Focus on ensuring business excellence
Ensuring business excellence and the quality of products or services requires meaningful risk management. Unfortunately, standard IT solutions can hardly help, because risks that can prevent this goal can only be identified by working together as partners in the company.
Low emotional commitment to the company and a lack of motivation among employees or "departmental thinking" harbor risks that endanger the long-term existence of companies. The result of a Gallup survey in Germany showed:
- 41 % of respondents have already considered leaving the company
- 38 % of respondents would immediately dismiss the boss
- only about 20 % confirm that they receive praise and recognition for good work and that the supervisor asks for their opinions and views and involves them in the processes.
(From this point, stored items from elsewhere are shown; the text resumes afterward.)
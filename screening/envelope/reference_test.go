package envelope

import (
	"math"
	"slices"

	"github.com/trussfleet/trussfleet/screening/traffic"
)

// This file is the brute-force reference the exact sweep is tested against: it evaluates a
// train at one placement directly from the definition (sum of P eta(x) over the axles on the
// bridge, integrals of q eta over the parts), with no events, tables or sweeps.

// etaRef is the influence line at p: linear between the points, zero outside, and taking the
// end ordinates at the bearings themselves.
func etaRef(x, eta []float64, p float64) float64 {
	n := len(x)
	if p < x[0] || p > x[n-1] {
		return 0
	}
	for k := 0; k+1 < n; k++ {
		if p <= x[k+1] {
			return eta[k] + (eta[k+1]-eta[k])*(p-x[k])/(x[k+1]-x[k])
		}
	}
	return eta[n-1]
}

// integralRef integrates f(eta) over [a, b], exactly for f = identity or a clip at zero: it
// splits every segment at its zero crossing and uses the trapezoid on each straight piece.
func integralRef(x, eta []float64, a, b float64, f func(float64) float64) float64 {
	a, b = max(a, x[0]), min(b, x[len(x)-1])
	if !(a < b) {
		return 0
	}
	pts := []float64{a, b}
	for k := range x {
		if x[k] > a && x[k] < b {
			pts = append(pts, x[k])
		}
		if k+1 < len(x) && eta[k]*eta[k+1] < 0 {
			xc := x[k] + (x[k+1]-x[k])*eta[k]/(eta[k]-eta[k+1])
			if xc > a && xc < b {
				pts = append(pts, xc)
			}
		}
	}
	slices.Sort(pts)
	s := 0.0
	for k := 0; k+1 < len(pts); k++ {
		p, q := pts[k], pts[k+1]
		// inner points avoid the jumps at the bearings
		ep, eq := etaInside(x, eta, p), etaInside(x, eta, q)
		s += (f(ep) + f(eq)) / 2 * (q - p)
	}
	return s
}

func etaInside(x, eta []float64, p float64) float64 {
	return etaRef(x, eta, min(max(p, x[0]), x[len(x)-1]))
}

func identity(v float64) float64 { return v }

// placedRef is one placement: direction, position of the front, vehicles in the last group,
// length of a part cut at the unfavourable length.
type placedRef struct {
	dir      Direction
	head     float64
	count    int
	trailing float64
}

// responseRef is the member force at a placement for the given sense (+1 tension, -1
// compression; it decides only where parts applied where unfavourable act).
func responseRef(x, eta []float64, t *traffic.Train, p placedRef, sense float64) float64 {
	// pos maps a distance d behind the front to a bridge coordinate.
	pos := func(d float64) float64 {
		if p.dir == RightToLeft {
			return p.head + d
		}
		return p.head - d
	}
	span := func(d1, d2 float64) (float64, float64) {
		a, b := pos(d1), pos(d2)
		return min(a, b), max(a, b)
	}
	v := 0.0
	if len(t.Consist) > 0 {
		for _, a := range t.Axles(p.count) {
			v += a.LoadKN * etaRef(x, eta, pos(a.AtM))
		}
	}
	for _, part := range t.Parts {
		d1, d2 := part.FromM, part.ToM
		switch part.Mode {
		case traffic.CutUnfavourable:
			d2 = d1 + p.trailing
		}
		// infinite extents reach past the bridge; a bridge-length margin is enough
		big := 10 * (x[len(x)-1] - x[0] + 1)
		d1 = max(d1, -big-math.Abs(p.head))
		d2 = min(d2, big+math.Abs(p.head))
		a, b := span(d1, d2)
		f := identity
		if part.Mode == traffic.WhereUnfavourable {
			f = func(e float64) float64 {
				if e*sense > 0 {
					return e
				}
				return 0
			}
		}
		v += part.QKNPerM * integralRef(x, eta, a, b, f)
	}
	return v
}
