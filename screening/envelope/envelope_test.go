package envelope

import (
	"math"
	"testing"

	"github.com/trussfleet/trussfleet/screening/analysis"
	"github.com/trussfleet/trussfleet/screening/traffic"
)

func TestClosedForms(t *testing.T) {
	const L = 24.0
	x, mid := simpleSpanMoment(L, L/2, 12)
	cases := []struct {
		name   string
		train  *traffic.Train
		want   float64
		source string
	}{
		// one axle: load times the largest ordinate, L/4 at midspan (statics)
		{"one axle", axleTrain("P", nil, []float64{100}), 100 * L / 4, "P L/4"},
		// two equal axles P at spacing s <= L/2 on the midspan moment line: one axle at midspan,
		// the other s away at ordinate L/4 - s/2, so M = P L/4 + P (L/4 - s/2) = P (L - s)/2
		{"two axles s=3", axleTrain("2P", []float64{3}, []float64{100, 100}), 100 * (L - 3) / 2, "P(L-s)/2"},
		{"two axles s=7.3", axleTrain("2P", []float64{7.3}, []float64{100, 100}), 100 * (L - 7.3) / 2, "P(L-s)/2"},
		// a long uniform load covers the whole line: q times its area L²/8 (statics)
		{"long uniform", traffic.NewUniform(20, 0, math.Inf(1)), 20 * L * L / 8, "q L²/8"},
	}
	for _, c := range cases {
		t.Run(c.name, func(t *testing.T) {
			res, err := Compute(x, [][]float64{mid}, c.train, Options{})
			if err != nil {
				t.Fatal(err)
			}
			if got := res[0].Max.Value; !near(got, c.want, 1e-9) {
				t.Errorf("max %v, want %v (%s)", got, c.want, c.source)
			}
			if got := res[0].Min.Value; got != 0 || res[0].Min.Loaded {
				t.Errorf("min %v on an all-positive line, want 0 unloaded", got)
			}
		})
	}
}

// TestLM71SimpleSpanMidspan checks Load Model 71 (values from memory: 4 x 250 kN at 1.6 m,
// 80 kN/m beyond 0.8 m from the outer axles where unfavourable) on the midspan moment of a
// 20 m simple span, worked by hand (influence-line method, common practice): the triangle
// peaks at 5 m with slopes 1/2. With two axles on each side of midspan the axle sum of
// ordinates is 20 - (sum of distances to midspan)/2 = 16.8 wherever the group stands; the
// 6.4 m window free of distributed load covers least area at its extreme positions, from
// 7.6 m to 14.0 m, area (100 - 7.6²)/4 + (100 - 6²)/4 = 26.56 of the total 50. So
// M = 250 x 16.8 + 80 x (50 - 26.56) = 4200 + 1875.2 = 6075.2 kN m (three axles on one side
// give less: the axle sum falls 250 kN m per m while the distributed part gains at most 64).
func TestLM71SimpleSpanMidspan(t *testing.T) {
	x, mid := simpleSpanMoment(20, 10, 10)
	res, err := Compute(x, [][]float64{mid}, traffic.LM71(1), Options{})
	if err != nil {
		t.Fatal(err)
	}
	if got := res[0].Max.Value; !near(got, 6075.2, 1e-9) {
		t.Errorf("LM71 midspan moment %v kN m, want 6075.2 (hand calculation above)", got)
	}
	p := res[0].Max.Placement
	// The reported placement must reproduce the value (brute-force reference).
	if got := responseRef(x, mid, traffic.LM71(1), placedRef{p.Direction, p.HeadM, p.Count, p.TrailingM}, 1); !near(got, 6075.2, 1e-9) {
		t.Errorf("placement %+v gives %v", p, got)
	}
	// alpha scales everything (EN 1991-2, from memory)
	res, _ = Compute(x, [][]float64{mid}, traffic.LM71(1.33), Options{Share: 0.5})
	if got := res[0].Max.Value; !near(got, 0.5*1.33*6075.2, 1e-9) {
		t.Errorf("LM71 alpha 1.33, share 0.5: %v, want %v", got, 0.5*1.33*6075.2)
	}
}

// TestPrattDiagonalVariableUniform: under a uniform load of variable length a Pratt
// diagonal's largest tension comes from loading one side of its zero crossing and its largest
// compression from the other side, even where that side is shorter than the minimum length
// (the train entering); a chord's from full-length loading (common practice).
func TestPrattDiagonalVariableUniform(t *testing.T) {
	const L, h, n = 40.0, 6.0, 8
	x, labels, ord := prattLines(L, h, n)
	var diag, chord []float64
	for i, lab := range labels {
		if lab == "diagonal" && diag == nil {
			diag = ord[i] // panel 2: x from 5 to 10
		}
		if lab == "bottom" && i == n/2 {
			chord = ord[i]
		}
	}
	p := L / n
	sin := h / math.Hypot(h, p)
	// panel shear of panel 2: -5/40 at x = 5, 30/40 at x = 10; zero crossing at
	// 5 + 5 x 0.125/0.875 = 5.714 m
	xc := 5 + 5*0.125/0.875
	negArea := -0.125 * xc / 2 / sin
	posArea := 0.75 * (L - xc) / 2 / sin
	const q = 20.0
	tr := traffic.NewUniform(q, 12, 48)
	res, err := Compute(x, [][]float64{diag, chord}, tr, Options{})
	if err != nil {
		t.Fatal(err)
	}
	d := res[0]
	if !near(d.Max.Value, q*posArea, 1e-9) || !near(d.Max.LoadedFromM, xc, 1e-9) || d.Max.LoadedToM != L {
		t.Errorf("diagonal tension %v over [%v, %v], want %v over [%v, %v]", d.Max.Value, d.Max.LoadedFromM, d.Max.LoadedToM, q*posArea, xc, L)
	}
	// compression: [0, 5.714], shorter than the 12 m minimum, allowed because it touches the bearing
	if !near(d.Min.Value, q*negArea, 1e-9) || d.Min.LoadedFromM != 0 || !near(d.Min.LoadedToM, xc, 1e-9) {
		t.Errorf("diagonal compression %v over [%v, %v], want %v over [0, %v]", d.Min.Value, d.Min.LoadedFromM, d.Min.LoadedToM, q*negArea, xc)
	}
	// Without the bearing exception no interval of 12 m or more could do it: every one from
	// the bearing reaches the positive part. Check that the exact answer beats those.
	best12 := q * integralRef(x, diag, 0, 12, identity)
	if !(d.Min.Value < best12) {
		t.Errorf("compression %v should exceed the 12 m loading's %v", d.Min.Value, best12)
	}
	// chord: full-length loading, q times the whole area (span 40 <= 48)
	pos, neg := analysis.Areas(x, chord)
	if c := res[1]; !near(c.Max.Value, q*(pos+neg), 1e-9) || c.Max.LoadedFromM != 0 || c.Max.LoadedToM != L {
		t.Errorf("chord %v over [%v, %v], want %v over the whole span", c.Max.Value, c.Max.LoadedFromM, c.Max.LoadedToM, q*(pos+neg))
	}
	// a shorter maximum length: the best 30 m stretch of a chord line is no longer the whole
	res, _ = Compute(x, [][]float64{chord}, traffic.NewUniform(q, 0, 30), Options{})
	if got := res[0].Max; !(got.Value < q*(pos+neg)) || got.LoadedToM-got.LoadedFromM > 30+1e-9 {
		t.Errorf("chord, max 30 m: %v over [%v, %v]", got.Value, got.LoadedFromM, got.LoadedToM)
	}
}

func TestOptionsFactor(t *testing.T) {
	x, mid := simpleSpanMoment(20, 10, 4)
	dyn, _ := traffic.ParseDynamic("phi2")
	res, _ := Compute(x, [][]float64{mid}, axleTrain("P", nil, []float64{100}), Options{Share: 0.5, Dynamic: dyn})
	// 100 kN x 5 m, half to this truss, Phi2 at L = 20 m: 1.44/(sqrt(20)-0.2)+0.82 (from memory)
	want := 500 * 0.5 * (1.44/(math.Sqrt(20)-0.2) + 0.82)
	if !near(res[0].Max.Value, want, 1e-12) {
		t.Errorf("%v, want %v", res[0].Max.Value, want)
	}
}

func TestMerge(t *testing.T) {
	x, mid := simpleSpanMoment(20, 10, 4)
	a, _ := Compute(x, [][]float64{mid}, axleTrain("light", nil, []float64{100}), Options{})
	b, _ := Compute(x, [][]float64{mid}, axleTrain("heavy", nil, []float64{200}), Options{})
	Merge(a, b)
	if a[0].Max.Train != "heavy" || !near(a[0].Max.Value, 1000, 1e-12) {
		t.Errorf("merged %+v", a[0].Max)
	}
}

func TestNewLinesErrors(t *testing.T) {
	for _, c := range []struct {
		name string
		x    []float64
		ord  [][]float64
	}{
		{"one point", []float64{0}, [][]float64{{1}}},
		{"not ascending", []float64{0, 2, 2}, [][]float64{{0, 1, 0}}},
		{"wrong length", []float64{0, 1, 2}, [][]float64{{0, 1}}},
		{"no members", []float64{0, 1}, nil},
		{"nan", []float64{0, 1}, [][]float64{{0, math.NaN()}}},
	} {
		if _, err := NewLines(c.x, c.ord); err == nil {
			t.Errorf("%s: accepted", c.name)
		}
	}
}
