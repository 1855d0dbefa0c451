package envelope

import (
	"fmt"
	"math"
	"testing"

	"github.com/trussfleet/trussfleet/screening/analysis"
	"github.com/trussfleet/trussfleet/screening/traffic"
	"github.com/trussfleet/trussfleet/screening/truss"
	"pgregory.net/rapid"
)

// The tests' helpers: influence lines and trains to sweep (closed forms, parametric trusses,
// random draws), and the small steps the tests share. The brute-force references the sweeps
// are checked against are in reference_test.go.

func near(a, b, rel float64) bool { return math.Abs(a-b) <= rel*math.Max(1, math.Abs(b)) }

// simpleSpanMoment is the influence line of the bending moment at a of a simple span L,
// sampled at n+1 equally spaced points (which must include a): a triangle with peak
// a(L-a)/L (common practice, statics).
func simpleSpanMoment(L, a float64, n int) (x, eta []float64) {
	for k := 0; k <= n; k++ {
		xi := L * float64(k) / float64(n)
		x = append(x, xi)
		if xi <= a {
			eta = append(eta, xi*(L-a)/L)
		} else {
			eta = append(eta, a*(L-xi)/L)
		}
	}
	return x, eta
}

// prattLines builds influence lines of a Pratt through truss by the method of sections
// (common practice): n panels of a span L, depth h, loads at the bottom chord panel points.
// A bottom chord in panel i carries M(x_{i-1})/h (moment about the top joint above its left
// end, left half; right half mirrored), a top chord -M(x_i)/h, a diagonal in panel i the panel
// shear V/sin(theta), which is -x/L left of the panel and (L-x)/L right of it, straight across
// the panel; a vertical the shear of the neighbouring panel nearer midspan, in compression.
func prattLines(L, h float64, n int) (x []float64, labels []string, ord [][]float64) {
	p := L / float64(n)
	for k := 0; k <= n; k++ {
		x = append(x, p*float64(k))
	}
	moment := func(a float64) []float64 {
		o := make([]float64, n+1)
		for k, xi := range x {
			if xi <= a {
				o[k] = xi * (L - a) / L
			} else {
				o[k] = a * (L - xi) / L
			}
		}
		return o
	}
	shear := func(i int) []float64 { // panel i spans x[i-1]..x[i]
		o := make([]float64, n+1)
		for k, xi := range x {
			if k <= i-1 {
				o[k] = -xi / L
			} else {
				o[k] = (L - xi) / L
			}
		}
		return o
	}
	scale := func(o []float64, f float64) []float64 {
		for k := range o {
			o[k] *= f
		}
		return o
	}
	sin := h / math.Hypot(h, p)
	add := func(label string, o []float64) {
		labels = append(labels, label)
		ord = append(ord, o)
	}
	for i := 1; i <= n; i++ {
		// about the top joint at the panel's end nearer midspan's far side: left half x_{i-1},
		// right half x_i; the end panels' chord follows the end post.
		a := x[i-1]
		if float64(i) > float64(n)/2 {
			a = x[i]
		}
		if i == 1 || i == n {
			a = x[1]
			if i == n {
				a = x[n-1]
			}
		}
		add("bottom", scale(moment(a), 1/h))
	}
	for i := 2; i <= n-1; i++ {
		a := x[i]
		if float64(i) > float64(n)/2 {
			a = x[i-1]
		}
		add("top", scale(moment(a), -1/h))
	}
	add("endpost", scale(shear(1), -1/sin))
	add("endpost", scale(shear(n), 1/sin))
	for i := 2; i <= n-1; i++ {
		f := 1 / sin
		if float64(i) > float64(n)/2 {
			f = -f
		}
		add("diagonal", scale(shear(i), f))
	}
	for i := 1; i <= n-1; i++ {
		// vertical at x_i: the shear of the panel on its midspan side, compression
		o := shear(i + 1)
		if float64(i) >= float64(n)/2 {
			o = scale(shear(i), -1)
		}
		if i == 1 || i == n-1 {
			// hangers at the first and last interior joints carry the joint load only
			o = make([]float64, n+1)
			o[i] = 1
		} else {
			o = scale(o, -1)
		}
		add("vertical", o)
	}
	return x, labels, ord
}

func axleTrain(name string, spacings []float64, loads []float64) *traffic.Train {
	v := traffic.Vehicle{Name: name}
	at := 0.0
	for k, p := range loads {
		if k > 0 {
			at += spacings[k-1]
		}
		v.Axles = append(v.Axles, traffic.Axle{AtM: at, LoadKN: p})
	}
	v.LengthM = at + 1
	return &traffic.Train{Name: name, Consist: []traffic.Group{{Vehicle: v, Min: 1, Max: 1}}}
}

// genLines draws 1 to 3 random influence lines on 2 to 7 shared points; sometimes with
// non-zero ordinates at the bearings (a deck truss's end posts), where the line jumps.
func genLines(t *rapid.T) (x []float64, ord [][]float64) {
	n := rapid.IntRange(2, 7).Draw(t, "points")
	x0 := rapid.Float64Range(-5, 5).Draw(t, "x0")
	x = append(x, x0)
	for k := 1; k < n; k++ {
		x = append(x, x[k-1]+rapid.Float64Range(0.5, 8).Draw(t, "dx"))
	}
	jumps := rapid.Bool().Draw(t, "jumps")
	for range rapid.IntRange(1, 3).Draw(t, "members") {
		ord = append(ord, genOrdinates(t, n, jumps))
	}
	return x, ord
}

// genOrdinates draws one line's n ordinates between -2 and 2; those at the bearings stay zero
// unless jumps.
func genOrdinates(t *rapid.T, n int, jumps bool) []float64 {
	o := make([]float64, n)
	for k := range o {
		if (k == 0 || k == n-1) && !jumps {
			continue
		}
		o[k] = rapid.Float64Range(-2, 2).Draw(t, "eta")
	}
	return o
}

func genVehicle(t *rapid.T, name string) traffic.Vehicle {
	v := traffic.Vehicle{Name: name, LengthM: rapid.Float64Range(1.5, 12).Draw(t, name+" length")}
	at := 0.0
	for range rapid.IntRange(1, 3).Draw(t, name+" axles") {
		at = rapid.Float64Range(at, v.LengthM).Draw(t, name+" at")
		v.Axles = append(v.Axles, traffic.Axle{AtM: at, LoadKN: rapid.Float64Range(10, 300).Draw(t, name+" load")})
	}
	return v
}

// genTrain draws a train: a consist with a variable last group, optionally with one kind of
// distributed part (whole, where unfavourable, cut at the unfavourable length), or a uniform
// load of variable length.
func genTrain(t *rapid.T) *traffic.Train {
	kind := rapid.SampledFrom([]string{"axles", "axles", "whole", "unfavourable", "cut", "uniform", "parts only"}).Draw(t, "kind")
	if kind == "uniform" {
		lo := rapid.Float64Range(0, 25).Draw(t, "min")
		hi := lo + rapid.Float64Range(0.1, 30).Draw(t, "extra")
		if rapid.Bool().Draw(t, "unlimited") {
			hi = math.Inf(1)
		}
		return traffic.NewUniform(rapid.Float64Range(1, 100).Draw(t, "q"), lo, hi)
	}
	tr := &traffic.Train{Name: kind}
	if kind != "parts only" {
		for k := range rapid.IntRange(0, 2).Draw(t, "fixed vehicles") {
			tr.Consist = append(tr.Consist, traffic.Group{Vehicle: genVehicle(t, fmt.Sprint("v", k)), Min: 1, Max: 1})
		}
		lo := rapid.IntRange(1, 4).Draw(t, "count min")
		hi := lo + rapid.IntRange(0, 8).Draw(t, "count extra")
		if kind != "axles" {
			hi = min(hi, lo+2) // the reference sweeps every count: keep it quick
		}
		tr.Consist = append(tr.Consist, traffic.Group{Vehicle: genVehicle(t, "last"), Min: lo, Max: hi})
	}
	q := rapid.Float64Range(5, 150).Draw(t, "q")
	from := rapid.Float64Range(-5, 20).Draw(t, "from")
	to := from + rapid.Float64Range(0.5, 30).Draw(t, "part length")
	switch kind {
	case "whole", "parts only":
		tr.Parts = append(tr.Parts, traffic.Part{FromM: from, ToM: to, QKNPerM: q, Mode: traffic.Whole})
		if rapid.Bool().Draw(t, "second part") {
			tr.Parts = append(tr.Parts, traffic.Part{FromM: to + 2, ToM: math.Inf(1), QKNPerM: q / 2, Mode: traffic.Whole})
		}
	case "unfavourable":
		tr.Parts = append(tr.Parts,
			traffic.Part{FromM: math.Inf(-1), ToM: from, QKNPerM: q, Mode: traffic.WhereUnfavourable},
			traffic.Part{FromM: to, ToM: math.Inf(1), QKNPerM: q, Mode: traffic.WhereUnfavourable})
	case "cut":
		tr.Parts = append(tr.Parts, traffic.Part{FromM: from + 5, ToM: math.Inf(1), QKNPerM: q, Mode: traffic.CutUnfavourable})
	}
	return tr
}

// genSymmetric draws the influence lines of a truss that is its own mirror image: panel
// points symmetric about mid-span, and with each drawn line also its mirror image (as a
// symmetric truss's mirror members have), perturbed by rounding-sized noise as computed lines
// are; some lines are symmetric themselves (a member at mid-span).
func genSymmetric(t *rapid.T) (x []float64, ord [][]float64) {
	half := rapid.IntRange(1, 4).Draw(t, "half panels")
	odd := rapid.Bool().Draw(t, "odd panels")
	var dx []float64
	for range half {
		dx = append(dx, rapid.Float64Range(0.5, 8).Draw(t, "dx"))
	}
	steps := append([]float64{}, dx...)
	if odd {
		steps = append(steps, rapid.Float64Range(0.5, 8).Draw(t, "middle dx"))
	}
	for k := len(dx) - 1; k >= 0; k-- {
		steps = append(steps, dx[k])
	}
	x = []float64{rapid.Float64Range(-5, 5).Draw(t, "x0")}
	for _, d := range steps {
		x = append(x, x[len(x)-1]+d)
	}
	n := len(x)
	jumps := rapid.Bool().Draw(t, "jumps")
	noise := func() float64 { return rapid.Float64Range(-1e-14, 1e-14).Draw(t, "noise") }
	for range rapid.IntRange(1, 3).Draw(t, "pairs") {
		o := genOrdinates(t, n, jumps)
		mo := make([]float64, n)
		for k := range o {
			mo[k] = o[n-1-k] * (1 + noise())
		}
		if rapid.Bool().Draw(t, "self-symmetric") {
			so := make([]float64, n)
			for k := range o {
				so[k] = (o[k] + o[n-1-k]) / 2
			}
			ord = append(ord, so)
			continue
		}
		ord = append(ord, o, mo)
	}
	return x, ord
}

// forceScale is the size of a force the train can cause in a member with the line eta over
// the points x: every load at the line's largest ordinate (taken as at least 1).
func forceScale(x, eta []float64, tr *traffic.Train) float64 {
	scale := 1.0
	for _, e := range eta {
		scale = max(scale, math.Abs(e))
	}
	return scale * loadScale(tr, x[len(x)-1]-x[0])
}

// loadScale is the train's whole load on a span: its axles with the most vehicles, and its
// distributed parts over the span.
func loadScale(tr *traffic.Train, span float64) float64 {
	if tr.Uniform != nil {
		return tr.Uniform.QKNPerM * span
	}
	s := 0.0
	if n := len(tr.Consist); n > 0 {
		for _, a := range tr.Axles(tr.Consist[n-1].Max) {
			s += a.LoadKN
		}
	}
	for _, p := range tr.Parts {
		s += p.QKNPerM * span
	}
	return s
}

// builtLines are the computed influence lines of a parametric truss.
func builtLines(t testing.TB, p truss.Params) *Lines {
	tr, err := truss.Build(p)
	if err != nil {
		t.Fatal(err)
	}
	ls, err := analysis.InfluenceLines(tr, analysis.Options{})
	if err != nil {
		t.Fatal(err)
	}
	var ord [][]float64
	for _, m := range ls.Members {
		ord = append(ord, m.Ordinates)
	}
	l, err := NewLines(ls.X, ord)
	if err != nil {
		t.Fatal(err)
	}
	return l
}

// prepared are the lines and the train's load for a sweep; a rejected input fails the test.
func prepared(t interface {
	Helper()
	Fatal(...any)
}, x []float64, ord [][]float64, tr *traffic.Train) (*Lines, *Load) {
	t.Helper()
	l, err := NewLines(x, ord)
	if err != nil {
		t.Fatal(err)
	}
	ld, err := Prepare(tr)
	if err != nil {
		t.Fatal(err)
	}
	return l, ld
}

// sensed is one of a member's extremes with its sense: +1 tension, -1 compression.
type sensed struct {
	sense float64
	e     Extreme
}

// senses are a member's largest tension and largest compression, each with its sense.
func senses(e Extremes) []sensed {
	return []sensed{{1, e.Max}, {-1, e.Min}}
}

// shortcutAgrees checks that Envelope (every shortcut) gives, member by member, the extremes
// of the sweeps with the shortcuts in plain turned off, within 1e-9 of the force scale, and
// that each reported placement reproduces its value by the independent reference response.
func shortcutAgrees(t interface {
	Helper()
	Fatal(...any)
	Fatalf(string, ...any)
}, x []float64, ord [][]float64, tr *traffic.Train, plain plainSweeps) {
	t.Helper()
	l, ld := prepared(t, x, ord, tr)
	var short, long Calculator
	got, err := short.Envelope(l, ld, Options{}, nil)
	if err != nil {
		t.Fatal(err)
	}
	want, err := long.envelope(l, ld, Options{}, nil, plain)
	if err != nil {
		t.Fatal(err)
	}
	for i, eta := range ord {
		scale := forceScale(x, eta, tr)
		g, w := senses(got[i]), senses(want[i])
		for k := range g {
			if math.Abs(g[k].e.Value-w[k].e.Value) > 1e-9*scale {
				t.Fatalf("member %d sense %v: with the shortcut %v, without %v (%+v)", i, g[k].sense, g[k].e.Value, w[k].e.Value, g[k].e.Placement)
			}
			p := g[k].e.Placement
			if !p.Loaded || tr.Uniform != nil {
				continue
			}
			if got, ok := placementGives(x, eta, tr, p, g[k].sense, g[k].e.Value, 1e-7*scale); !ok {
				t.Fatalf("member %d sense %v: placement %+v gives %v, reported %v", i, g[k].sense, p, got, g[k].e.Value)
			}
		}
	}
}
We are not in Germany, but even in Switzerland there is a risk that management does not know the level of satisfaction of the workforce. According to Maslow, people are motivated in their entirety, not solely by the satisfaction of their basic needs. Basic needs are mostly met today, so people cannot be motivated by more pay or higher bonuses alone. Engaged employees want performance incentives from the level of Maslow's pyramid they are in. These include security, belonging to a successful group (team) or public recognition of individual achievements.
People too often only a production factor
Committed employees want to know the company's goals and the help of their superiors in order to grow successfully. Unfortunately, people are still often regarded as a production factor rather than as human resources. From my experience, I know that a lively, honest interaction within the company that gives employees room to develop their own potential is not only attractive to young people. Older employees also want to deepen their knowledge of customers and processes or take on new tasks thanks to targeted further training. If company training and further education is aligned with medium-term company goals, employees remain interesting for the company until retirement. The view of people as a production factor entails enormous risks and can impair the long-term success of the company.
No time-consuming discussions
Management can easily identify the existing risks and initiate the necessary countermeasures, provided that the following questions are answered:
- Do all employees know the products and strengths of the company?
- Do employees and customers understand the information provided by GL?
- Are employees involved in the design of production processes?
- Do products or services meet the Q-requirements to start the next processing step without adjustment work?
- Are customers involved in the development of products?
- Does customer information serve to improve services or does it remain unused in IT systems?
- Can employees be promoted or take on other functions thanks to competencies acquired in good time?
- Is your HR department limited to managing and recruiting?
Since the abandonment of the franc peg to the euro, the social partnership between employers and employees has been sought to save the crisis. Unfortunately, depending on the ideology, additional benefits such as protection against dismissal, longer working hours, etc. are demanded from the partner. The solution cannot be found in time- and energy-consuming discussions. Rather, the risks of economic losses must be recognized and measures to minimize them must be worked out.
Cultivate genuine cooperation
True partners voluntarily give their all to achieve a common goal. For a company, this means creating structures that allow employees to apply their expertise in the assigned tasks, to expand in a planned way and to find meaning in their work. You avoid uncalculated costs for rework, frictional losses and staff turnover.
Business excellence or product quality adapted to the customer is not achieved by IT systems or ISO certificates, but by genuine cooperation between all parties involved.